## Problem:
From the data underneath, reproduce exactly the stretch that begins at the line with "return st, dir" and ends after the line with "ents, _ := os.ReadDir(src)".
== Segment start ==
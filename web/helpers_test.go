package web

import (
	"bytes"
	"context"
	"encoding/json"
	"io"
	"net/http"
	"path/filepath"
	"strings"
	"testing"
	"time"

	"github.com/rs/zerolog"

	"rolloff/configs"
	"rolloff/driver/bench"
	"rolloff/sweep/event"
	"rolloff/sweep/point"
	"rolloff/sweep/sched"
	"rolloff/sweep/store"
	"rolloff/web/hub"
)

type demoOpts struct {
	scale  float64 // simulated seconds per wall second (default 400)
	token  string
	hub    hub.Options
	sched  func(*sched.Opts)
	dir    string // store directory (default a temp dir)
	noStop bool   // leave shutdown to the test
}

type browserPlan struct{ start, stop, ppd, vrms string }

type demo struct {
	t           testing.TB
	srv         *Server
	b           *bench.Bench
	st          *store.Store
	dir         string
	base        string // http://127.0.0.1:PORT
	origin      string
	cancel      context.CancelFunc
	served      chan error
	browserPlan browserPlan
}

// openDemoBench opens the demo simulated bench in-process, time-scaled.
func openDemoBench(t testing.TB, scale float64) *bench.Bench {
	t.Helper()
	cfg, err := configs.LoadBench(configs.SimBench)
	if err != nil {
		t.Fatal(err)
	}
	if scale <= 0 {
		scale = 400
	}
	cfg.TimeScale = scale
	ctx, cancel := context.WithTimeout(context.Background(), 20*time.Second)
	defer cancel()
	b, err := bench.Open(ctx, cfg, zerolog.Nop())
	if err != nil {
		t.Fatal(err)
	}
	return b
}

// startDemo serves the demo bench on 127.0.0.1:0 with a fresh store.
func startDemo(t *testing.T, o demoOpts) *demo { return startDemoTB(t, o) }

func startDemoTB(t testing.TB, o demoOpts) *demo {
	t.Helper()
	b := openDemoBench(t, o.scale)
	// The operator has set the converter to its 10 V range, where the
	// demo DUT's passband output (5 Vrms for 0.5 Vrms in) reads in spec.
	if err := b.Sim.SelectRange(8); err != nil {
		t.Fatal(err)
	}
	dir := o.dir
	if dir == "" {
		dir = t.TempDir()
	}
	st, err := store.Open(dir)
	if err != nil {
		t.Fatal(err)
	}
	cfg := Config{Addr: "127.0.0.1:0", Token: o.token, Log: zerolog.Nop(), Hub: o.hub, Bench: b, Store: st, Sched: o.sched}
	srv, err := New(cfg)
	if err != nil {
		b.Close()
		t.Fatal(err)
	}
	ctx, cancel := context.WithCancel(context.Background())
	d := &demo{t: t, srv: srv, b: b, st: st, dir: dir, cancel: cancel, served: make(chan error, 1),
		base:        strings.TrimSuffix(srv.URL(), "/"),
		browserPlan: browserPlan{start: "1000", stop: "1000000", ppd: "5", vrms: "0.5"}}
	d.origin = d.base
	go func() { d.served <- srv.Serve(ctx) }()
	if !o.noStop {
		t.Cleanup(d.stop)
	}
	return d
}

// stop shuts the daemon down and closes the bench; it returns Serve's
// error.
func (d *demo) stop() {
	d.cancel()
	select {
	case err := <-d.served:
		if err != nil {
			d.t.Errorf("Serve: %v", err)
		}
	case <-time.After(10 * time.Second):
		d.t.Error("Serve did not return")
	}
	d.b.Close()
}

// do sends a request as the page would (own Origin, JSON).
func (d *demo) do(method, path string, body any, hdr ...string) (*http.Response, []byte) {
	d.t.Helper()
	var rd io.Reader
	switch b := body.(type) {
	case nil:
	case string:
		rd = strings.NewReader(b)
	case []byte:
		rd = bytes.NewReader(b)
	default:
		data, _ := json.Marshal(b)
		rd = bytes.NewReader(data)
	}
	req, err := http.NewRequest(method, d.base+path, rd)
	if err != nil {
		d.t.Fatal(err)
	}
	if method == http.MethodPost {
		req.Header.Set("Content-Type", "application/json")
		req.Header.Set("Origin", d.origin)
	}
	for i := 0; i+1 < len(hdr); i += 2 {
		if hdr[i] == "Host" {
			req.Host = hdr[i+1]
			continue
		}
		if hdr[i+1] == "" {
			req.Header.Del(hdr[i])
			continue
		}
		req.Header.Set(hdr[i], hdr[i+1])
	}
	res, err := http.DefaultClient.Do(req)
	if err != nil {
		d.t.Fatal(err)
	}
	defer res.Body.Close()
	data, _ := io.ReadAll(res.Body)
	return res, data
}

// want checks a response's status and, for errors, the field named.
func want(t *testing.T, what string, res *http.Response, data []byte, status int, field string) {
	t.Helper()
	if res.StatusCode != status {
		t.Fatalf("%s: status %d, want %d: %s", what, res.StatusCode, status, data)
	}
	if status >= 400 {
		var e struct{ Error, Field string }
		if err := json.Unmarshal(data, &e); err != nil || e.Error == "" {
			t.Fatalf("%s: body %q is not the error format", what, data)
		}
		if e.Field != field {
			t.Fatalf("%s: field %q, want %q (%s)", what, e.Field, field, e.Error)
		}
	}
	if res.Header.Get("Access-Control-Allow-Origin") != "" {
		t.Fatalf("%s: CORS header set", what)
	}
}

func (d *demo) lastRunID(t *testing.T) string {
	t.Helper()
	list := d.srv.Queue().List()
	if len(list) == 0 {
		t.Fatal("no runs")
	}
	return list[0].ID
}

func (d *demo) points(t *testing.T, id string) []point.Point {
	t.Helper()
	r, err := d.st.OpenRun(id)
	if err != nil {
		t.Fatal(err)
	}
	defer r.Close()
	pts, err := r.Points()
	if err != nil {
		t.Fatal(err)
	}
	return pts
}

func (d *demo) runDir(t *testing.T, id string) string {
	t.Helper()
	return filepath.Join(d.dir, id)
}

// waitState waits for run id to reach one of the states, answering
// operator prompts on the way (moving the simulated switch) when answer
// is set.
func (d *demo) waitState(t *testing.T, id string, answer bool, timeout time.Duration, states ...event.State) event.State {
	t.Helper()
	deadline := time.Now().Add(timeout)
	for {
		in, err := d.srv.Queue().Get(id)
		if err != nil {
			t.Fatal(err)
		}
		for _, s := range states {
			if in.State == s {
				return s
			}
		}
		if in.State.Final() {
			t.Fatalf("run %s ended %s (%s), want %v", id, in.State, in.Message, states)
		}
		if answer && in.State == event.WaitingOperator && in.Prompt != nil {
			res, data := d.do("POST", "/api/runs/"+id+"/confirm", map[string]int{"prompt_id": in.Prompt.ID, "range_index": in.Prompt.RangeIndex})
			if res.StatusCode != 200 && res.StatusCode != 409 {
				t.Fatalf("confirm: %d %s", res.StatusCode, data)
			}
		}
		if time.Now().After(deadline) {
			t.Fatalf("run %s is %s after %v, want %v", id, in.State, timeout, states)
		}
		time.Sleep(5 * time.Millisecond)
	}
}

// smallPlan is a short plan over the upper corner of the demo DUT.
func smallPlan(strategy string) map[string]any {
	return map[string]any{
		"name":         "api check",
		"frequencies":  map[string]any{"spacing": "log", "start_hz": 1000, "stop_hz": 300000, "points_per_decade": 4},
		"level":        map[string]any{"vrms": 0.5},
		"ranging":      map[string]any{"strategy": strategy, "start": "10 V"},
		"reference_hz": 1000,
		"refine":       map[string]any{"enabled": false},
	}
}

func newTestStore(t *testing.T) (*store.Store, string) {
	t.Helper()
	dir := t.TempDir()
	st, err := store.Open(dir)
	if err != nil {
		t.Fatal(err)
	}
	return st, dir
}
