package main

import (
	"bytes"
	"encoding/csv"
	"encoding/json"
	"errors"
	"fmt"
	"os"
	"path/filepath"
	"regexp"
	"strings"
	"testing"
)

// cloneRun copies a run directory under a new id with the plan's unit
// set, as a second unit measured with the same plan would be stored.
func cloneRun(t *testing.T, src, id, unit string) string {
	t.Helper()
	dst := filepath.Join(filepath.Dir(src), id)
	if err := os.Mkdir(dst, 0o755); err != nil {
		t.Fatal(err)
	}
	ents, _ := os.ReadDir(src)
	for _, e := range ents {
		b, err := os.ReadFile(filepath.Join(src, e.Name()))
		if err != nil {
			t.Fatal(err)
		}
		switch e.Name() {
		case "meta.json":
			var m map[string]any
			json.Unmarshal(b, &m)
			m["id"] = id
			b, _ = json.Marshal(m)
		case "plan.toml":
			b = regexp.MustCompile(`(?m)^name = `).ReplaceAll(b, []byte(fmt.Sprintf("unit = %q\nname = ", unit)))
		}
		os.WriteFile(filepath.Join(dst, e.Name()), b, 0o644)
	}
	return dst
}

func TestBatchCommand(t *testing.T) {
	out := t.TempDir()
	var stdout, stderr bytes.Buffer
	if code := realMain([]string{"--log-level", "warn", "demo", "--no-serve", "--out", out}, strings.NewReader(""), &stdout, &stderr); code != 0 {
		t.Fatalf("demo: exit %d\n%s", code, stderr.String())
	}
	dirs, _ := filepath.Glob(filepath.Join(out, "*line-driver*"))
	if len(dirs) != 1 {
		t.Fatalf("run directories: %v", dirs)
	}
	a := cloneRun(t, dirs[0], "20261201-000001-unit-a", "LD-0001")
	b := cloneRun(t, dirs[0], "20261201-000002-unit-b", "LD-0002")
	pass := filepath.Join(t.TempDir(), "pass.toml")
	os.WriteFile(pass, []byte("relative = true\nupper = [[30, 0.5], [20000, 0.5]]\nlower = [[30, -1], [20000, -1]]\n"), 0o644)
	dst := filepath.Join(t.TempDir(), "summary")
	stdout.Reset()
	if err := batchMain(&stdout, &stderr, []string{a, b, "--mask", pass, "--reference", dirs[0], "-o", dst}); err != nil {
		t.Fatalf("%v\n%s", err, stderr.String())
	}
	if !strings.Contains(stdout.String(), "2 units, 2 pass, yield 100.0 %") {
		t.Errorf("stdout: %s", stdout.String())
	}
	f, err := os.Open(filepath.Join(dst, "batch.csv"))
	if err != nil {
		t.Fatal(err)
	}
	rows, err := csv.NewReader(f).ReadAll()
	f.Close()
	if err != nil || len(rows) != 3 || rows[1][1] != "LD-0001" || rows[2][1] != "LD-0002" || rows[1][3] != "pass" {
		t.Fatalf("batch.csv: %v %v", rows, err)
	}
	// The clones are the reference's measurement: no difference.
	if rows[1][16] != "0" || rows[1][17] != "0" {
		t.Errorf("difference to the reference: %v", rows[1][16:])
	}
	if b, err := os.ReadFile(filepath.Join(dst, "batch-summary.pdf")); err != nil || !bytes.HasPrefix(b, []byte("%PDF-")) {
		t.Errorf("batch-summary.pdf: %v", err)
	}
	// A mask the demo's 8 Hz corner fails: exit status 3.
	fail := filepath.Join(t.TempDir(), "fail.toml")
	os.WriteFile(fail, []byte("relative = true\nlower = [[10, -0.5], [20000, -0.5]]\n"), 0o644)
	var ee *exitError
	if err := batchMain(&stdout, &stderr, []string{a, b, "--mask", fail, "-o", dst}); !errors.As(err, &ee) || ee.code != exitMaskFailed {
		t.Errorf("failing mask: %v, want exit status %d", err, exitMaskFailed)
	}
	if err := batchMain(&stdout, &stderr, []string{a}); !errors.As(err, &ee) || ee.code != 2 {
		t.Errorf("no -o: %v, want a usage error", err)
	}
}
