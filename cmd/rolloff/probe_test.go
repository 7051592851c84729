package main

import (
	"bytes"
	"io"
	"net"
	"strings"
	"testing"
	"time"

	"github.com/creack/pty"

	"rolloff/internal/scpitest"
)

// probeInstrument answers *IDN? and an error queue holding one entry
// (SCPI-1999 Vol 2 §21.8) with replies ending in term, and records what it
// received.
func probeInstrument(term string) *scpitest.Instrument {
	return &scpitest.Instrument{Term: term,
		Replies: map[string]string{"*IDN?": "rolloff,SIM-GEN,0001,1.0"},
		Errors:  []string{`-113,"Undefined header"`}}
}

func runCLI(args ...string) (code int, stdout, stderr string) {
	var out, errOut bytes.Buffer
	code = realMain(args, strings.NewReader(""), &out, &errOut)
	return code, out.String(), errOut.String()
}

func TestProbeTCP(t *testing.T) {
	inst := probeInstrument("\n")
	addr := scpitest.Listen(t, inst)
	code, out, errOut := runCLI("probe", addr, "--timeout", "2s")
	if code != 0 {
		t.Fatalf("exit %d, stderr %q", code, errOut)
	}
	// IEEE 488.2 §10.14 fields, one per line, labelled.
	for _, want := range []string{
		"address:      " + addr + "\n", "transport:    tcp\n", "manufacturer: rolloff\n", "model:        SIM-GEN\n",
		"serial:       0001\n", "firmware:     1.0\n", `error:        -113 "Undefined header" (command error)` + "\n",
		"error queue:  1 entry read, now empty\n",
	} {
		if !strings.Contains(out, want) {
			t.Errorf("output lacks %q:\n%s", want, out)
		}
	}
	if got := inst.Received(); strings.Join(got, "") != "*IDN?\nSYST:ERR?\nSYST:ERR?\n" {
		t.Errorf("instrument received %q", got)
	}
}

func TestProbeDeadAddress(t *testing.T) {
	ln, err := net.Listen("tcp", "127.0.0.1:0")
	if err != nil {
		t.Fatal(err)
	}
	addr := "tcp://" + ln.Addr().String()
	ln.Close()
	code, out, errOut := runCLI("probe", "--timeout", "300ms", addr)
	if code == 0 || out != "" {
		t.Fatalf("exit %d, stdout %q; want a failure", code, out)
	}
	for _, want := range []string{addr, "tcp transport", "time-out 300ms", "cannot connect"} {
		if !strings.Contains(errOut, want) {
			t.Errorf("stderr %q lacks %q", errOut, want)
		}
	}
}

func TestProbeSilentInstrument(t *testing.T) {
	ln, err := net.Listen("tcp", "127.0.0.1:0")
	if err != nil {
		t.Fatal(err)
	}
	defer ln.Close()
	go func() {
		c, err := ln.Accept()
		if err == nil {
			defer c.Close()
			io.Copy(io.Discard, c)
		}
	}()
	addr := "tcp://" + ln.Addr().String()
	start := time.Now()
	code, _, errOut := runCLI("probe", addr, "--timeout=200ms")
	if code == 0 {
		t.Fatal("a silent instrument probed successfully")
	}
	for _, want := range []string{addr, "tcp transport", "time-out 200ms", "*IDN?", "timeout"} {
		if !strings.Contains(errOut, want) {
			t.Errorf("stderr %q lacks %q", errOut, want)
		}
	}
	if d := time.Since(start); d > 5*time.Second {
		t.Errorf("gave up after %v", d)
	}
}

func TestProbeSerialCRLF(t *testing.T) {
	m, s, err := pty.Open()
	if err != nil {
		t.Skipf("no pseudo-terminals: %v", err)
	}
	defer m.Close()
	defer s.Close()
	inst := probeInstrument("\r\n")
	go inst.Serve(m)
	code, out, errOut := runCLI("probe", "serial://"+s.Name()+"?baud=115200", "--write-term", `\r\n`, "--read-term", `\r\n`, "--timeout", "2s")
	if code != 0 {
		t.Fatalf("exit %d, stderr %q", code, errOut)
	}
	if !strings.Contains(out, "model:        SIM-GEN\n") || !strings.Contains(out, "transport:    serial\n") {
		t.Errorf("output:\n%s", out)
	}
	if got := inst.Received(); len(got) == 0 || got[0] != "*IDN?\r\n" {
		t.Errorf("instrument received %q, want CR LF terminated commands", got)
	}
}

func TestProbeUsage(t *testing.T) {
	for _, tc := range []struct {
		args []string
		want string
	}{
		{[]string{"probe"}, "exactly one ADDRESS"},
		{[]string{"probe", "tcp://a", "tcp://b"}, "exactly one ADDRESS"},
		{[]string{"probe", "gpib://7"}, `scheme "gpib"`},
		{[]string{"probe", "tcp://a", "--write-term", "x"}, `--write-term "x"`},
		{[]string{"probe", "tcp://a", "--read-term", `\t`}, `--read-term "\\t"`},
		{[]string{"probe", "tcp://a", "--timeout", "0s"}, "--timeout 0s"},
		{[]string{"probe", "tcp://a", "--bogus"}, "bogus"},
	} {
		code, _, errOut := runCLI(tc.args...)
		if code != 2 || !strings.Contains(errOut, tc.want) {
			t.Errorf("rolloff %q: exit %d, stderr %q; want 2 and %q", tc.args, code, errOut, tc.want)
		}
	}
	if code, _, _ := runCLI("probe", "-h"); code != 0 {
		t.Errorf("probe -h: exit %d", code)
	}
	for _, tc := range []struct{ in, want string }{{`\n`, "\n"}, {`\r\n`, "\r\n"}, {`\r`, "\r"}, {"\n", "\n"}} {
		if got, err := probeTerm("--read-term", tc.in); err != nil || got != tc.want {
			t.Errorf("probeTerm(%q) = %q, %v", tc.in, got, err)
		}
	}
}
== Segment end ==
## Response to this task:
	return st, dir
}
package main

import (
	"bytes"
	"encoding/csv"
	"encoding/json"
	"errors"
	"fmt"
	"os"
	"path/filepath"
	"regexp"
	"strings"
	"testing"
)

// cloneRun copies a run directory under a new id with the plan's unit
// set, as a second unit measured with the same plan would be stored.
func cloneRun(t *testing.T, src, id, unit string) string {
	t.Helper()
	dst := filepath.Join(filepath.Dir(src), id)
	if err := os.Mkdir(dst, 0o755); err != nil {
		t.Fatal(err)
	}
	ents, _ := os.ReadDir(src)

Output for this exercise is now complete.